# Flux DMCC Light: Opinions and Observations



## atr3yu (Feb 15, 2012)

I am not going to call this a review as I have no right reviewing equipment as I don't have the experience to do so. Though as a rider I can make my observations and form opinions. Other bindings I have ridden are used Ride SPI's, unsure of the year and Ride Capo's 2012/13. 

1) First thing I must say picking them up is they are stupid light. I wasn't sure if it was in my head or not, but after mounting them on my DOA and picking it up I really noticed just how much lighter they were compared to the Capo's.

2) One thing I found kind of lame was the sticky foam pads they gave you to stick in the gap of the footbed after adjusting to your boot size. Fig 001.

3) Kind of tied to #2 the foam sticky pads over lap the disk which in the future will make it a little finicky to adjust or remove and remount. Loosing one of these foam pads would be lame as you would then get snow build up in the gap. Fig 002.

4) I really like the strap tracks on the toe and ankle straps. They keep the excess strap tucked completely in and out of the way. Yes, you could cut or trim them, but that lessens the functionally and possibly resale value. Fig 003.

5) I hear people say that the toe cap or ankle strap is so comfy that you can't even feel that it's there. The Ride Capo mesh toe cap in theory should feel like this, but I know it's there. The Flux toe cap on the other hand I can crank down until I can't anymore and I really cannot feel it there. At first I almost thought something was wrong as I could not feel it at all, but after fooling with it I could tell she was tight as hell and not going anywhere. Fig 004.

6) The ankle strap is super comfy a little more so than my Capo's, but I can feel it for sure. Not in a bad way, but I know its there giving me a gentle hug of awesome. No complaints here, but nothing mind blowing either I thought. Fig 005.

7) Biggest annoyance of the binding is that they claim to be super light, yet they send you the extra titanium bolts to install yourself. They come with the "better looking" black ones (unsure of material). I just want the ones in the little package that says "lighter and stronger". Fig 006

So that is what I think so far. I have ridden them only twice and they have been awesome, but I don't feel like I have enough experience riding to really say how they preform or don't preform. This is more of a view from an average dude. Hope someone finds the info useful and have fun slaying the pow!


----------



## backstop13 (Jun 27, 2012)

in your opinion, are they worth all the extra coin?

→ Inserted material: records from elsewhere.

import { z } from 'zod';
import {
  invoiceKinds,
  invoiceLineKinds,
  invoiceStatuses,
  paymentMethods,
  priceItemKinds,
  type InvoiceEventType,
  type InvoiceKind,
  type InvoiceLineKind,
  type InvoiceStatus,
  type PaymentMethod,
  type PriceItemKind,
} from '@shared/billing/invoices';
import { currencies, maxQuantity, type Currency } from '@shared/billing/money';
import { cursorParam } from '@shared/lists/cursor';
import { calendarDay } from '@shared/time/plausible';

/*
 * Billing requests and answers. Money travels as text in the major unit ("12.50") on the way in,
 * so no client ever sends a floating-point amount, and as integer minor units with the currency on
 * the way out. The server parses the text for the company's currency and recomputes every total.
 */

export const priceItemIdParams = z.object({ priceItemId: z.uuid() });
export const invoiceIdParams = z.object({ invoiceId: z.uuid() });

/** An amount typed in the major unit: digits, at most two decimals (fewer for some currencies). */
export const moneyText = z
  .string()
  .trim()
  .regex(/^\d{1,7}([.,]\d{1,2})?$/, 'Use an amount such as 12.50 (at most two decimals, not negative).');
export const quantityText = z
  .string()
  .trim()
  .regex(/^\d{1,5}([.,]\d{1,2})?$/, 'Use a quantity such as 2 or 1.5 (at most two decimals).')
  .refine((text) => Number(text.replace(',', '.')) > 0, 'The quantity is more than 0.')
  .refine(
    (text) => Number(text.replace(',', '.')) <= maxQuantity,
    `At most ${maxQuantity.toLocaleString('en')}.`,
  );
/** A tax rate in percent with at most two decimals: "20", "8.1", "0". */
export const percentText = z
  .string()
  .trim()
  .regex(/^\d{1,3}([.,]\d{1,2})?$/, 'Use a rate such as 20 or 8.1 (at most two decimals).')
  .refine((text) => Number(text.replace(',', '.')) <= 100, 'At most 100 %.');

export const currencyCode = z.enum(currencies, {
  error: 'Choose one of the currencies offered (ISO 4217 codes such as EUR or GBP).',
});

/* ------------------------------------------------------------------ price list */

export const billingSettingsInput = z.object({
  currency: currencyCode,
  taxRate: percentText,
  taxLabel: z.string().trim().min(1, 'Name the tax, such as VAT or GST.').max(20),
  pricesIncludeTax: z.boolean(),
  paymentTermsDays: z.int().min(0).max(120),
  hourlyRate: moneyText.nullable(),
  callOutFee: moneyText.nullable(),
  sellerName: z.string().trim().max(200),
  sellerAddress: z.string().trim().max(500),
  sellerTaxId: z.string().trim().max(50),
  invoiceFooter: z.string().trim().max(1000),
});
export type BillingSettingsInput = z.infer<typeof billingSettingsInput>;

export interface BillingSettingsView {
  currency: Currency;
  taxRateBp: number;
  taxLabel: string;
  pricesIncludeTax: boolean;
  paymentTermsDays: number;
  hourlyRateMinor: number | null;
  callOutFeeMinor: number | null;
  sellerName: string;
  sellerAddress: string;
  sellerTaxId: string;
  invoiceFooter: string;
  /** The currency cannot change once an invoice was issued or a price is set in it. */
  currencyLocked: boolean;
  /** Whether owners can pay online (the payment provider is configured). */
  onlinePayment: boolean;
}

export const priceItemInput = z
  .object({
    kind: z.enum(priceItemKinds),
    name: z.string().trim().min(1, 'Name it.').max(120),
    unit: z.string().trim().min(1, 'Say what one of it is: visit, bag, each…').max(30),
    unitPrice: moneyText,
    /** Routine service only: the band covers systems up to this many litres; null for any larger. */
    upToLitres: z.int().min(1).max(1_000_000).nullable().default(null),
  })
  .refine((item) => item.kind === 'routine' || item.upToLitres === null, {
    path: ['upToLitres'],
    message: 'Only routine service is priced by tank size.',
  });
export type PriceItemInput = z.infer<typeof priceItemInput>;

export interface PriceItemView {
  id: string;
  kind: PriceItemKind;
  name: string;
  unit: string;
  unitPriceMinor: number;
  upToLitres: number | null;
  archived: boolean;
}

export interface PriceListView {
  settings: BillingSettingsView;
  /** Routine bands smallest first, then consumables and parts by name; archived ones last. */
  items: PriceItemView[];
}

/* ------------------------------------------------------------------ invoices */

export const invoiceLineInput = z.object({
  kind: z.enum(invoiceLineKinds),
  description: z.string().trim().min(1, 'Describe the line.').max(300),
  quantity: quantityText,
  unit: z.string().trim().max(30).default(''),
  unitPrice: moneyText,
  priceItemId: z.uuid().nullable().default(null),
});
export type InvoiceLineInput = z.infer<typeof invoiceLineInput>;

export const newInvoiceInput = z.union([
  z.object({ visitId: z.uuid() }).strict(),
  z.object({ urgentRequestId: z.uuid() }).strict(),
  z.object({ tankId: z.uuid() }).strict(),
]);
export type NewInvoiceInput = z.infer<typeof newInvoiceInput>;

export const invoiceDraftInput = z.object({
  /** The version the edit started from; another save in between answers 409 stale_version. */
  version: z.int().min(1),
  billToUserId: z.uuid().nullable(),
  note: z.string().trim().max(1000).default(''),
  lines: z.array(invoiceLineInput).min(1, 'An invoice has at least one line.').max(100),
});
export type InvoiceDraftInput = z.infer<typeof invoiceDraftInput>;

export const issueInvoiceInput = z.object({ version: z.int().min(1) });

export const voidInvoiceInput = z.object({ reason: z.string().trim().min(1, 'Say why.').max(500) });

/** A credit note's lines are typed as positive amounts to take back; they are stored negative. */
export const creditNoteInput = z.object({
  reason: z.string().trim().min(1, 'Say why.').max(500),
  lines: z.array(invoiceLineInput).min(1, 'A credit note has at least one line.').max(100),
});
export type CreditNoteInput = z.infer<typeof creditNoteInput>;

export const recordPaymentInput = z.object({
  method: z
    .enum(paymentMethods)
    .exclude(['card-online'], { error: 'Online payments come from the provider.' }),
  amount: moneyText,
  receivedOn: calendarDay,
  reference: z.string().trim().max(200).default(''),
});
export type RecordPaymentInput = z.infer<typeof recordPaymentInput>;

/** Where a page of invoices ends: newest first by when each was made. */
export const invoicePosition = z.object({ createdAt: z.iso.datetime({ offset: true }), id: z.uuid() });

const month = z.string().regex(/^\d{4}-(0[1-9]|1[0-2])$/, 'Use a month as YYYY-MM.');

export const invoiceListQuery = z.object({
  status: z.enum(invoiceStatuses).optional(),
  kind: z.enum(invoiceKinds).optional(),
  tankId: z.uuid().optional(),
  /** A client: invoices addressed to this owner. */
  clientId: z.uuid().optional(),
  /** Issue month (drafts by the month they were made). */
  month: month.optional(),
  after: cursorParam(invoicePosition).optional(),
});
export type InvoiceListQuery = z.infer<typeof invoiceListQuery>;

export const billingExportQuery = z
  .object({ from: calendarDay, to: calendarDay })
  .refine((q) => q.to >= q.from, { path: ['to'], message: 'The end is on or after the start.' });

export interface InvoiceLineView {
  id: string;
  kind: InvoiceLineKind;
  description: string;
  quantityHundredths: number;
  unit: string;
  unitPriceMinor: number;
  amountMinor: number;
  priceItemId: string | null;
}

export interface PaymentView {
  id: string;
  method: PaymentMethod;
  amountMinor: number;
  currency: string;
  receivedAt: string;
  reference: string;
}

export interface InvoiceSummary {
  id: string;
  kind: InvoiceKind;
  status: InvoiceStatus;
  /** "INV-000042"; null while a draft. */
  number: string | null;
  tank: { id: string; name: string };
  billToName: string;
  currency: string;
  totalMinor: number;
  /** What is still owed: total, less credit notes and payments (0 for drafts; below 0 when more came in than was owed). */
  balanceMinor: number;
  issueDate: string | null;
  dueDate: string | null;
  createdAt: string;
}

export interface InvoiceDetail extends InvoiceSummary {
  version: number;
  /** The tank's zone: dates on the document read in it. */
  timeZone: string;
  billToUserId: string | null;
  billToEmail: string;
  taxRateBp: number;
  taxLabel: string;
  pricesIncludeTax: boolean;
  netMinor: number;
  taxMinor: number;
  paidMinor: number;
  creditedMinor: number;
  note: string;
  reason: string | null;
  paidAt: string | null;
  lines: InvoiceLineView[];
  payments: PaymentView[];
  /** Credit notes against this invoice, or, on a credit note, the invoice it credits. */
  related: {
    id: string;
    kind: InvoiceKind;
    number: string | null;
    totalMinor: number;
    issueDate: string | null;
  }[];
  source:
    | { kind: 'visit'; id: string; label: string; date: string }
    | { kind: 'urgent'; id: string; label: string; date: string }
    | null;
  seller: { name: string; address: string; taxId: string; footer: string } | null;
  /** Owners the invoice can be addressed to (the tank's owners), for the draft editor. */
  billToChoices: { id: string; name: string; email: string }[];
  /** Whether the signed-in person can pay it online now. */
  payable: boolean;
}

export interface InvoiceTotalsRow {
  currency: string;
  count: number;
  totalMinor: number;
  paidMinor: number;
  balanceMinor: number;
}

export interface InvoicePage {
  items: InvoiceSummary[];
  nextCursor: string | null;
  /** Over everything the filters match (not just this page), per currency. */
  totals: InvoiceTotalsRow[];
}

export interface CheckoutStarted {
  /** The provider's hosted payment page. */
  url: string;
}

export type { InvoiceEventType };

i've seen prices now in the range of 270-340. Most intermediate bindings are in the 170-240 range. Do the dmcc lights warrant the additional 100?


----------



## Extremo (Nov 6, 2008)

How does the ankle strap compare to the Capo strap? I can't stand the F-Fit strap they have on their other bindings. Looks like the Absolute-fit strap is more firm and contoured. Do you think it's as responsive?


----------



## atr3yu (Feb 15, 2012)

backstop13 said:


> in your opinion, are they worth all the extra coin?
> 
> i've seen prices now in the range of 270-340. Most intermediate bindings are in the 170-240 range. Do the dmcc lights warrant the additional 100?


Well to be honest I would never pay full retail for them, just too much for any binding in my opinion. I got them for 35% off and I would say well worth it. I paid full retail for my Capo's at the beginning of the season, but prefer the DMCC's for sure. On sale worth every penny.


----------



## atr3yu (Feb 15, 2012)

Extremo said:


> How does the ankle strap compare to the Capo strap? I can't stand the F-Fit strap they have on their other bindings. Looks like the Absolute-fit strap is more firm and contoured. Do you think it's as responsive?


I found the DMCC strap to be a little more comfy then that Capo strap. I will admit its hard for me to tell which was more responsive. Though whether that is me being new or the straps being similar I could not say for sure.


----------



## faded-a-fool (Feb 24, 2013)

Don't know if it was a mistake or not but I found a set of these on Amazon for about 47% off.


----------



## atr3yu (Feb 15, 2012)

faded-a-fool said:


> Don't know if it was a mistake or not but I found a set of these on Amazon for about 47% off.


Buy them! I got mine at about 40% best $ I have spent this season.


----------